Hmm, when I'm at work I work. Go figure.


----------



## dodge boy (Mar 31, 2006)

All you guys bashing the Touch Screen on this remote will be all over the new remote that Stu is talkin' about in the other thread.


----------



## dirtyblueshirt (Dec 7, 2008)

dodge boy said:


> All you guys bashing the Touch Screen on this remote will be all over the new remote that Stu is talkin' about in the other thread.
> 
> http://www.dbstalk.com/member.php?u=22754


Which thread?


----------



## Maverickster (Sep 20, 2007)

Well, to each his own, but with 9 months left on my contract with DirecTV, I'll be a Dish subscriber with a 922 in 10 months unless DirecTV does something to seriously close the gap here. When I signed up originally, they were about to launch a bunch of new HD channels (which they did) and their "undisputed HD leader" status made putting up with this POS DVR (HR20) worth it. But, since then, they've done basically nothing while the others have closed the gap significantly on the HD content (to the point where, imho, the DirecTV lead is insignificant), and then Dish launches a device like the 922 at CES (and DirecTV does nothing of consequence)....Seriously, what happened to this provider? I used to be proud to be a DirecTV subscriber because I felt like they were really "doing something"...now, I just feel like they're becoming the Comcast of the Sat Cos.

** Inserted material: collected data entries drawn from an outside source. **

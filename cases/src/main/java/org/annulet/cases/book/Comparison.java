package org.annulet.cases.book;

import java.util.Optional;
import org.annulet.post.meaning.ModeView;

/**
 * A known value beside ours.
 *
 * @param known from outside
 * @param ours the mode taken for it; empty when there is none left
 */
public record Comparison(KnownValue known, Optional<ModeView> ours) {
  /** Relative rounding of a known value, which is given to 8 or 9 digits. */
  private static final double ROUNDING = 2e-8;

  /** Ours minus theirs in Hz. */
  public double frequencyDifference() {
    return ours.map(v -> v.mode().frequency() - known.frequency()).orElse(Double.NaN);
  }

  /** Ours minus theirs in 1/s. */
  public double growthDifference() {
    return ours.map(v -> v.mode().growthRate() - known.growthRate()).orElse(Double.NaN);
  }

  /** |Δs|/|s|, the error of frequency and growth rate as one number. */
  public double relativeError() {
    return Math.hypot(growthDifference(), 2 * Math.PI * frequencyDifference())
        / Math.hypot(known.growthRate(), 2 * Math.PI * known.frequency());
  }

  /** Whether both differences lie inside our own error bars and the rounding of the known value. */
  public boolean passes() {
    if (ours.isEmpty()) {
      return false;
    }
    double f = known.frequency();
    double s = Math.hypot(known.growthRate(), 2 * Math.PI * f);
    return Math.abs(frequencyDifference()) <= ours.get().frequencyError() + ROUNDING * f + 5e-6
        && Math.abs(growthDifference()) <= ours.get().growthError() + ROUNDING * s + 5e-5;
  }
}
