package org.annulet.cases.book;

import java.util.ArrayList;
import java.util.Comparator;
import java.util.List;
import java.util.Optional;
import java.util.OptionalInt;
import org.annulet.post.meaning.ModeView;
import org.annulet.post.meaning.Results;

/**
 * One chamber of the book, solved.
 *
 * @param name of its case file
 * @param results ours
 * @param comparisons known values beside ours, in the order of the book
 * @param unknown modes of ours that the book does not know; empty when all is well
 */
public record SolvedChamber(
    String name, Results results, List<Comparison> comparisons, List<ModeView> unknown) {
  /** Whether everything the book says of this chamber was found, and nothing else. */
  public boolean passes() {
    return results.complete()
        && unknown.isEmpty()
        && comparisons.stream().allMatch(Comparison::passes);
  }

  /** The largest relative error |Δs|/|s|; NaN when a mode is missing. */
  public double worstError() {
    return comparisons.stream().mapToDouble(Comparison::relativeError).max().orElse(Double.NaN);
  }

  /** Ours against the known values: each takes the nearest mode of its order that is left. */
  static SolvedChamber of(String name, Results results, List<KnownValue> known) {
    List<ModeView> left = new ArrayList<>();
    results.modes().stream()
        .map(e -> e.view())
        // The mirror image of a turning wave is the same eigenvalue once more.
        .filter(v -> v.order() == null || v.order() >= 0)
        .forEach(left::add);
    List<Comparison> comparisons = new ArrayList<>();
    for (KnownValue value : known) {
      Optional<ModeView> nearest =
          left.stream()
              .filter(v -> value.order().isEmpty() || hasOrder(v, value.order()))
              .min(Comparator.comparingDouble(v -> distance(v, value)));
      nearest.ifPresent(left::remove);
      comparisons.add(new Comparison(value, nearest));
    }
    return new SolvedChamber(name, results, List.copyOf(comparisons), List.copyOf(left));
  }

  private static boolean hasOrder(ModeView view, OptionalInt order) {
    return view.order() != null && view.order() == order.getAsInt();
  }

  private static double distance(ModeView view, KnownValue value) {
    return Math.hypot(
        view.mode().growthRate() - value.growthRate(),
        2 * Math.PI * (view.mode().frequency() - value.frequency()));
  }
}
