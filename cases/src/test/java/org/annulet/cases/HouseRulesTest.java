package org.annulet.cases;

import static com.tngtech.archunit.lang.syntax.ArchRuleDefinition.noClasses;
import static com.tngtech.archunit.library.GeneralCodingRules.NO_CLASSES_SHOULD_THROW_GENERIC_EXCEPTIONS;
import static com.tngtech.archunit.library.dependencies.SlicesRuleDefinition.slices;
import static org.assertj.core.api.Assertions.assertThat;

import com.tngtech.archunit.core.domain.JavaClass;
import com.tngtech.archunit.core.domain.JavaClasses;
import com.tngtech.archunit.core.domain.JavaModifier;
import com.tngtech.archunit.core.importer.ImportOption;
import com.tngtech.archunit.junit.AnalyzeClasses;
import com.tngtech.archunit.junit.ArchTest;
import com.tngtech.archunit.lang.ArchRule;
import java.io.PrintStream;
import java.util.Set;
import java.util.TreeSet;

/** The directions and habits of DEVELOPERS.md, held against the compiled code of all modules. */
@AnalyzeClasses(packages = "org.annulet", importOptions = ImportOption.DoNotIncludeTests.class)
class HouseRulesTest {
  @ArchTest
  static final ArchRule mesherKnowsNothingOfOurs =
      noClasses()
          .that()
          .resideInAPackage("org.annulet.mesher..")
          .should()
          .dependOnClassesThat()
          .resideInAnyPackage("org.annulet.solver..", "org.annulet.post..", "org.annulet.cases..");

  @ArchTest
  static final ArchRule solverSeesOnlyTheMesh =
      noClasses()
          .that()
          .resideInAPackage("org.annulet.solver..")
          .should()
          .dependOnClassesThat()
          .resideInAnyPackage(
              "org.annulet.mesher.geometry..",
              "org.annulet.mesher.triangulate..",
              "org.annulet.mesher.files..",
              "org.annulet.post..",
              "org.annulet.cases..");

  @ArchTest
  static final ArchRule postKnowsNoCases =
      noClasses()
          .that()
          .resideInAPackage("org.annulet.post..")
          .should()
          .dependOnClassesThat()
          .resideInAPackage("org.annulet.cases..");

  @ArchTest
  static final ArchRule writersHoldNoPhysics =
      noClasses()
          .that()
          .resideInAnyPackage("org.annulet.post.vtk..", "org.annulet.post.chart..")
          .should()
          .dependOnClassesThat()
          .resideInAnyPackage("org.annulet.solver.eigen..", "org.annulet.solver.sparse..");

  @ArchTest
  static final ArchRule packagesFormNoCircle =
      slices().matching("org.annulet.(*).(*)..").should().beFreeOfCycles();

  @ArchTest
  static final ArchRule nothingDrawsWithAwt =
      noClasses().should().dependOnClassesThat().resideInAnyPackage("java.awt..", "javax.swing..");

  @ArchTest
  static final ArchRule onlyTheCommandLineSpeaks =
      noClasses()
          .that()
          .resideOutsideOfPackage("org.annulet.cases.cli..")
          .should()
          .accessField(System.class, "out")
          .orShould()
          .accessField(System.class, "err")
          .orShould()
          .callMethod(Throwable.class, "printStackTrace")
          .orShould()
          .callMethod(Throwable.class, "printStackTrace", PrintStream.class);

  @ArchTest
  static final ArchRule faultsHaveTheirOwnKind = NO_CLASSES_SHOULD_THROW_GENERIC_EXCEPTIONS;

  @ArchTest
  static void everyPackageSaysWhatItIs(JavaClasses all) {
    Set<String> silent = new TreeSet<>();
    for (JavaClass c : all) {
      if (c.getPackage().tryGetPackageInfo().isEmpty()
          && !hasDocumentedPackage(c.getPackageName())) {
        silent.add(c.getPackageName());
      }
    }
    assertThat(silent).isEmpty();
  }

  /** A package-info without annotations leaves no class file; its source is then looked for. */
  private static boolean hasDocumentedPackage(String name) {
    String module = name.split("\\.")[2];
    java.nio.file.Path info =
        java.nio.file.Path.of(
            "..", module, "src/main/java", name.replace('.', '/'), "package-info.java");
    return java.nio.file.Files.isRegularFile(info);
  }

  @ArchTest
  static void nothingStaticCanChange(JavaClasses all) {
    Set<String> mutable = new TreeSet<>();
    for (JavaClass c : all) {
      c.getFields().stream()
          .filter(f -> f.getModifiers().contains(JavaModifier.STATIC))
          .filter(f -> !f.getModifiers().contains(JavaModifier.FINAL))
          .filter(f -> !f.getModifiers().contains(JavaModifier.SYNTHETIC))
          .forEach(f -> mutable.add(f.getFullName()));
    }
    assertThat(mutable).isEmpty();
  }

  @ArchTest
  static void theRulesSeeTheCode(JavaClasses all) {
    assertThat(all.size()).isGreaterThan(40);
    assertThat(all.stream().map(c -> c.getPackageName().split("\\.")[2]).distinct())
        .contains("mesher", "solver", "post", "cases");
  }
}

So, to the original question, unless DirecTV does something dramatic in the next 9 months (e.g. significantly increases HD content/capacity, dramatically improves the software for the existing HD receivers/DVRs, or launches a similarly feature-rich device to the 922), well, I'm gone.

--Mav

P.S. Early rumblings about the issue with universal remotes like the Harmonys not supporting the touchpad are that the 922 will likely have the IR codes for the numeric keys and will certainly allow navigation via the standard "wheel" type, so no worries for me there with my 890.


----------



## jacmyoung (Sep 9, 2006)

dirtyblueshirt said:


> What remote are you looking at? Dish's touchpad remote is nothing like the DirecTV remote.

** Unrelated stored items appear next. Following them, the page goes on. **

package org.annulet.solver.assembly;

import static org.assertj.core.api.Assertions.assertThat;
import static org.assertj.core.api.Assertions.assertThatThrownBy;
import static org.assertj.core.api.Assertions.within;

import java.util.ArrayList;
import java.util.List;
import java.util.Map;
import java.util.function.DoubleFunction;
import org.annulet.mesher.mesh.Mesh;
import org.annulet.solver.boundary.Admittance;
import org.annulet.solver.boundary.FlowLoss;
import org.annulet.solver.boundary.Impedance;
import org.annulet.solver.boundary.OpenEnd;
import org.annulet.solver.derivative.ChangeOfTerm;
import org.annulet.solver.derivative.DifferenceOfOperators;
import org.annulet.solver.derivative.ModeDerivative;
import org.annulet.solver.derivative.Slope;
import org.annulet.solver.eigen.ModeSearch;
import org.annulet.solver.eigen.PreparedOperator;
import org.annulet.solver.eigen.SearchSettings;
import org.annulet.solver.flame.Firing;
import org.annulet.solver.flame.Flame;
import org.annulet.solver.flame.NTau;
import org.annulet.solver.flame.Patch;
import org.annulet.solver.flame.Place;
import org.annulet.solver.flame.Reference;
import org.annulet.solver.flame.Side;
import org.annulet.solver.modes.Mode;
import org.annulet.solver.modes.Window;
import org.annulet.solver.operator.AcousticOperator;
import org.annulet.solver.operator.LowRankTerm;
import org.apache.commons.math3.complex.Complex;
import org.junit.jupiter.api.Test;
import org.junit.jupiter.params.ParameterizedTest;
import org.junit.jupiter.params.provider.CsvSource;

/** Derivatives of eigenvalues against modes solved anew, and against closed forms. */
class ModeDerivativeTest {
  /** A step of the operator's difference, relative. */
  private static final double STEP = 2e-4;

  private static final double AREA = 0.01 * 0.05;

  /** Everything a duct can have, each number a parameter. */
  private record Duct(
      double n, double tau, double heat, double velocity, double c2, double zeta, double y) {
    AcousticOperator operator(int cells) {
      Mesh mesh =
          Strips.flat(
              new double[] {0, 0.3, 0.5, 1},
              new int[] {3 * cells / 10, cells / 5, cells / 2},
              new double[] {0, 0.01},
              1);
      Firing f = Gases.firing(n, tau, AREA * 10);
      Place place = new Place.Sheet("joint1");
      Reference reference = new Reference.EdgeFlux("joint1", new Side.InZone("0"), velocity);
      return new ProblemBuilder(mesh, new Plane(0.05), Gases.of(mesh, 347, c2, c2))
          .wall("outlet", new Admittance(new Complex(y, 0.2)))
          .twoPort("joint2", new Side.InZone("1"), new FlowLoss(zeta, 40, 0.01))
          .flame(
              new Flame("main", place, reference, new Firing(heat * f.heatRelease(), f.response())))
          .build()
          .operator();
    }

    static Duct with(String name, double x) {
      return new Duct(
          name.equals("gain") ? 0.6 * x : 0.6,
          name.equals("delay") ? 3e-3 * x : 3e-3,
          name.equals("heat release") ? x : 1,
          name.equals("velocity") ? 10 * x : 10,
          name.equals("temperature") ? 850 * Math.sqrt(x) : 850,
          name.equals("loss") ? 1.5 * x : 1.5,
          name.equals("admittance") ? 0.4 * x : 0.4);
    }
  }

  private static Mode mode(NearRoot r) {
    return new Mode(r.growth(), r.frequency(), r.re, r.im, 1, 1e-12, 1, Mode.Verdict.CONVERGED);
  }

  /** d/dx and d²/dx² at x = 1 by Richardson on re-solved roots: error of order h⁴. */
  private static Complex[] resolved(DoubleFunction<AcousticOperator> at, Complex start) {
    double h = 2e-3;
    Complex[] s = new Complex[5];
    for (int k = -2; k <= 2; k++) {
      s[k + 2] =
          NearRoot.of(at.apply(1 + k * h), start.getImaginary() / (2 * Math.PI), start.getReal()).s;
    }
    Complex first = s[3].subtract(s[1]).multiply(8).subtract(s[4].subtract(s[0])).divide(12 * h);
    Complex second =
        s[3].add(s[1])
            .multiply(16)
            .subtract(s[4].add(s[0]))
            .subtract(s[2].multiply(30))
            .divide(12 * h * h);
    return new Complex[] {first, second};
  }

  private static Slope slope(DoubleFunction<AcousticOperator> at, ModeDerivative d) {
    PreparedOperator here = new PreparedOperator(at.apply(1));
    return d.slopes(new DifferenceOfOperators(here, at.apply(1 - STEP), at.apply(1 + STEP), STEP))
        .get(0);
  }

  /**
   * 1e-6: the Richardson difference errs by h⁴/30 times the fifth derivative, (ωτ)⁵ for a delay.
   */
  @ParameterizedTest
  @CsvSource({"gain", "delay", "heat release", "velocity", "temperature", "loss", "admittance"})
  void ductWithFlameLossAndWall_slopesAreThoseOfModesSolvedAnew(String name) {
    AcousticOperator op = Duct.with("", 1).operator(20);
    for (double[] start : new double[][] {{200, 0}, {420, 0}}) {
      NearRoot root = NearRoot.of(op, start[0], start[1]);
      ModeDerivative d = ModeDerivative.of(new PreparedOperator(op), mode(root));
      assertThat(d.leftError()).isLessThan(1e-10);
      Slope slope = slope(x -> Duct.with(name, x).operator(20), d);
      Complex[] expected = resolved(x -> Duct.with(name, x).operator(20), root.s);
      assertThat(slope.first().subtract(expected[0]).abs()).isLessThan(1e-6 * expected[0].abs());
      assertThat(slope.second().subtract(expected[1]).abs())
          .isLessThan(1e-4 * expected[1].abs() + 1e-4 * expected[0].abs());
    }
  }

  @Test
  void exactChangesOfATerm_agreeWithDifferencesOfOperators() {
    AcousticOperator op = Duct.with("", 1).operator(20);
    NearRoot root = NearRoot.of(op, 200, 0);
    PreparedOperator here = new PreparedOperator(op);
    ModeDerivative d = ModeDerivative.of(here, mode(root));
    LowRankTerm flame = op.lowRankTerms().get(0);
    Slope gain = d.slopes(ChangeOfTerm.strength(flame)).get(0);
    Slope delay = d.slopes(ChangeOfTerm.delay(flame)).get(0);
    Slope wall = d.slopes(ChangeOfTerm.strength(op, op.sparseTerms().get(0))).get(0);
    Slope gain2 = slope(x -> Duct.with("gain", x).operator(20), d);
    Slope delay2 = slope(x -> Duct.with("delay", x).operator(20), d);
    assertClose(gain.first(), gain2.first(), 1e-8);
    assertClose(gain.second(), gain2.second(), 1e-3);
    assertClose(delay.first().multiply(3e-3), delay2.first(), 1e-6); // (ωτh)²/6
    assertClose(delay.second().multiply(9e-6), delay2.second(), 1e-4);
    // The imaginary part of the admittance is scaled with it here, so another parameter.
    assertThat(wall.first().abs()).isGreaterThan(1);
  }

  private static void assertClose(Complex got, Complex expected, double relative) {
    assertThat(got.subtract(expected).abs()).isLessThan(relative * expected.abs());
  }

  /** Row D9: D1 with N = 1e-4, first mode: growth 0.01699123 1/s, shift −0.00008485 Hz. */
  @Test
  void weakFlameInAnOpenDuct_movesTheFirstModeByTheDispersionRelation() {
    double[] growth = new double[2];
    double shift = 0;
    for (int k = 0; k < 2; k++) {
      Mesh mesh =
          Strips.flat(
              new double[] {0, 0.25, 1}, new int[] {10 << k, 30 << k}, new double[] {0, 0.01}, 1);
      AcousticOperator op =
          new ProblemBuilder(mesh, new Plane(0.05), Gases.of(mesh, 340))
              .wall("inlet", new OpenEnd())
              .wall("outlet", new OpenEnd())
              .flame(
                  new Flame(
                      "main",
                      new Place.Sheet("joint1"),
                      new Reference.EdgeFlux("joint1", new Side.InZone("0"), 10),
                      Gases.firing(1e-4, 1.5e-3, AREA * 10)))
              .build()
              .operator();
      ModeDerivative d = ModeDerivative.of(new PreparedOperator(op), mode(NearRoot.of(op, 170, 0)));
      Complex ds = d.firstOrder(ChangeOfTerm.strength(op.lowRankTerms().get(0))).get(0);
      growth[k] = ds.getReal();
      shift = ds.getImaginary() / (2 * Math.PI);
    }
    double extrapolated = growth[1] + (growth[1] - growth[0]) / 3; // order two
    assertThat(extrapolated).isCloseTo(0.01699123, within(1e-4 * 0.017)); // last printed digits
    assertThat(shift).isCloseTo(-0.00008485, within(2e-2 * 0.000085)); // of 80 cells, h² alone
  }

  private static AcousticOperator ring(double[] strength) {
    Mesh mesh = Strips.closed(new double[] {0, 0.1}, new int[] {1}, 2 * Math.PI * 0.3, 8 * 3);
    Ring geometry = new Ring(8, 0.3, Map.of("0", new Ring.Annulus(0.3, 0.02)));
    Firing rule = new Firing(1e5, new NTau(0.4, 2e-3));
    Flame flame =
        new Flame(
            "main",
            new Place.Spread(new Patch("0", 0, 0.1, 0.08)),
            new Reference.PatchPressure(new Patch("0", 0, 0.1, 0.08)),
            rule);
    for (int k = 0; k < strength.length; k++) {
      flame = flame.staged(k + 1, new Firing(1e5 * strength[k], rule.response()));
    }
    return new ProblemBuilder(mesh, geometry, Gases.of(mesh, 600))
        .flame(flame)
        .wall("outlet", new Impedance(new Complex(40)))
        .build()
        .operator();
  }

  private static List<Mode> firstPair(AcousticOperator op) {
    Window window = new Window(150, 480, -400, 400);
    return ModeSearch.find(op, window, SearchSettings.standard()).modes();
  }

  /** Scaling one burner, or two opposite, splits the pair; the 2×2 problem knows both members. */
  @ParameterizedTest
  @CsvSource({"1", "2"})
  void stagingSplitsAnExactPair_asTheTwoByTwoProblemSays(int kind) {
    AcousticOperator op = ring(new double[] {1, 1, 1, 1, 1, 1, 1, 1});
    List<Mode> pair = firstPair(op);
    assertThat(pair).hasSize(2);
    assertThat(pair.get(0).multiplicity()).isEqualTo(2);
    PreparedOperator here = new PreparedOperator(op);
    ModeDerivative d = ModeDerivative.of(here, pair);
    List<Slope> slopes =
        d.slopes(
            new DifferenceOfOperators(here, staged(1 - STEP, kind), staged(1 + STEP, kind), STEP));
    double h = 1e-3;
    List<Complex> expected = new ArrayList<>();
    List<Mode> up = firstPair(staged(1 + h, kind));
    List<Mode> down = firstPair(staged(1 - h, kind));
    // For a step down the order of the members turns round.
    for (int k = 0; k < 2; k++) {
      Complex a = s(sorted(up, 1).get(k));
      Complex b = s(sorted(down, -1).get(k));
      expected.add(a.subtract(b).divide(2 * h));
    }
    for (int k = 0; k < 2; k++) {
      assertThat(slopes.get(k).first().subtract(expected.get(k)).abs())
          .isLessThan(2e-5 * slopes.get(0).first().abs() + 2e-5 * slopes.get(1).first().abs());
    }
    assertThat(slopes.get(0).first().subtract(slopes.get(1).first()).abs()).isGreaterThan(1);
  }

  private static AcousticOperator staged(double x, int kind) {
    double[] strength = {x, 1, 1, 1, kind == 2 ? x : 1, 1, 1, 1};
    return ring(strength);
  }

  private static List<Mode> sorted(List<Mode> modes, int sign) {
    return modes.stream()
        .sorted((a, b) -> Double.compare(sign * b.growthRate(), sign * a.growthRate()))
        .toList();
  }

  private static Complex s(Mode m) {
    return new Complex(m.growthRate(), 2 * Math.PI * m.frequency());
  }

  /** What changes all burners alike keeps the pair together. */
  @Test
  void commonGain_movesBothMembersOfAPairAlike() {
    AcousticOperator op = ring(new double[] {1, 1, 1, 1, 1, 1, 1, 1});
    PreparedOperator here = new PreparedOperator(op);
    ModeDerivative d = ModeDerivative.of(here, firstPair(op));
    DoubleFunction<AcousticOperator> all = x -> ring(new double[] {x, x, x, x, x, x, x, x});
    List<Slope> slopes =
        d.slopes(new DifferenceOfOperators(here, all.apply(1 - STEP), all.apply(1 + STEP), STEP));
    assertClose(slopes.get(0).first(), slopes.get(1).first(), 1e-7);
    double h = 1e-3;
    Complex up = s(firstPair(all.apply(1 + h)).get(0));
    Complex down = s(firstPair(all.apply(1 - h)).get(0));
    assertClose(slopes.get(0).first(), up.subtract(down).divide(2 * h), 1e-6);
  }

  @Test
  void linearRange_isWhereTheSecondOrderIsATenth() {
    Slope slope = new Slope(new Complex(3, 4), new Complex(0, 2));
    double x = slope.linearRange();
    assertThat(0.5 * 2 * x * x).isCloseTo(0.1 * 5 * x, within(1e-12));
  }

  @Test
  void otherUnknowns_areRefused() {
    AcousticOperator op = Duct.with("", 1).operator(20);
    AcousticOperator other = Duct.with("", 1).operator(40);
    PreparedOperator here = new PreparedOperator(op);
    assertThatThrownBy(() -> new DifferenceOfOperators(here, other, other, 1))
        .isInstanceOf(IllegalArgumentException.class)
        .hasMessageContaining("assemble them on one mesh");
    assertThatThrownBy(() -> new DifferenceOfOperators(here, op, op, 0))
        .isInstanceOf(IllegalArgumentException.class)
        .hasMessageContaining("step");
    Mode wrong = mode(NearRoot.of(other, 200, 0));
    assertThatThrownBy(() -> ModeDerivative.of(here, wrong))
        .isInstanceOf(IllegalArgumentException.class)
        .hasMessageContaining("vector of unknowns");
  }
}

The Slingbox remote you see on the PC screen is what he was talking about.

The 922 will work with any universal remotes for this precise reason, because if a Sling remote (with all the buttons) can control it, so can any other remote.

The touchpad remote is the default remote but other remotes are optional.


----------



## webby_s (Jan 11, 2008)

I would be interested in a Tivo, D* HR** SlingLoaded style DVR, YES!!! Bring it on but that remote is hidious!


----------



## DrZaius (Jan 24, 2006)

All that I will add is that Dish BLOWS! There interface SUCKS, there remote SUCKS, there use of voom upconverted hd SUCKED, everything they do SUCKS. Directv is moving at light speed with their DVR technology compared to the rumors and innuendo that comes from dish. THEY BLOW! 

but I am not biased or anything


----------



## harsh (Jun 15, 2003)

DrZaius said:


> Directv is moving at light speed with their DVR technology compared to the rumors and innuendo that comes from dish.


Given the length of the wish list (and how long some of the items have been on it) as well as the duration of some of the popular beta feature tests, I'm hoping the weather is nice in your dimension.


----------



## Cobra (Aug 9, 2006)

I cant believe all the harsh comments, I dont know if I would switch or not, but I think it is a slick piece, why people get upset over remotes?? I think it is cool, now if it is problem free or not, we'll see. The best thing about it is, E will push Dtv to keep up on changing technologies, just as Dtv pushed other companies to add more hd programs to there lineup. Hopefully it will push Dtv to add newer technology of there own, time will tell.


----------



## ImBack234 (Aug 26, 2008)

Cobra said:


> just as Dtv pushed other companies to add more hd programs to there lineup.


They do....


----------



## jessshaun (Sep 14, 2005)

I'd be VERY interested in the 922. I wouldn't leave Directv for it, however. It'd have to be able to pick up Directv programming. I switched from Dish a year ago, and have no plans to go back. ... at least right now. Things could always change.


----------



## dodge boy (Mar 31, 2006)

dirtyblueshirt said:


> Which thread?


Sorry I don't know how that link got there, I copied the wrong thing.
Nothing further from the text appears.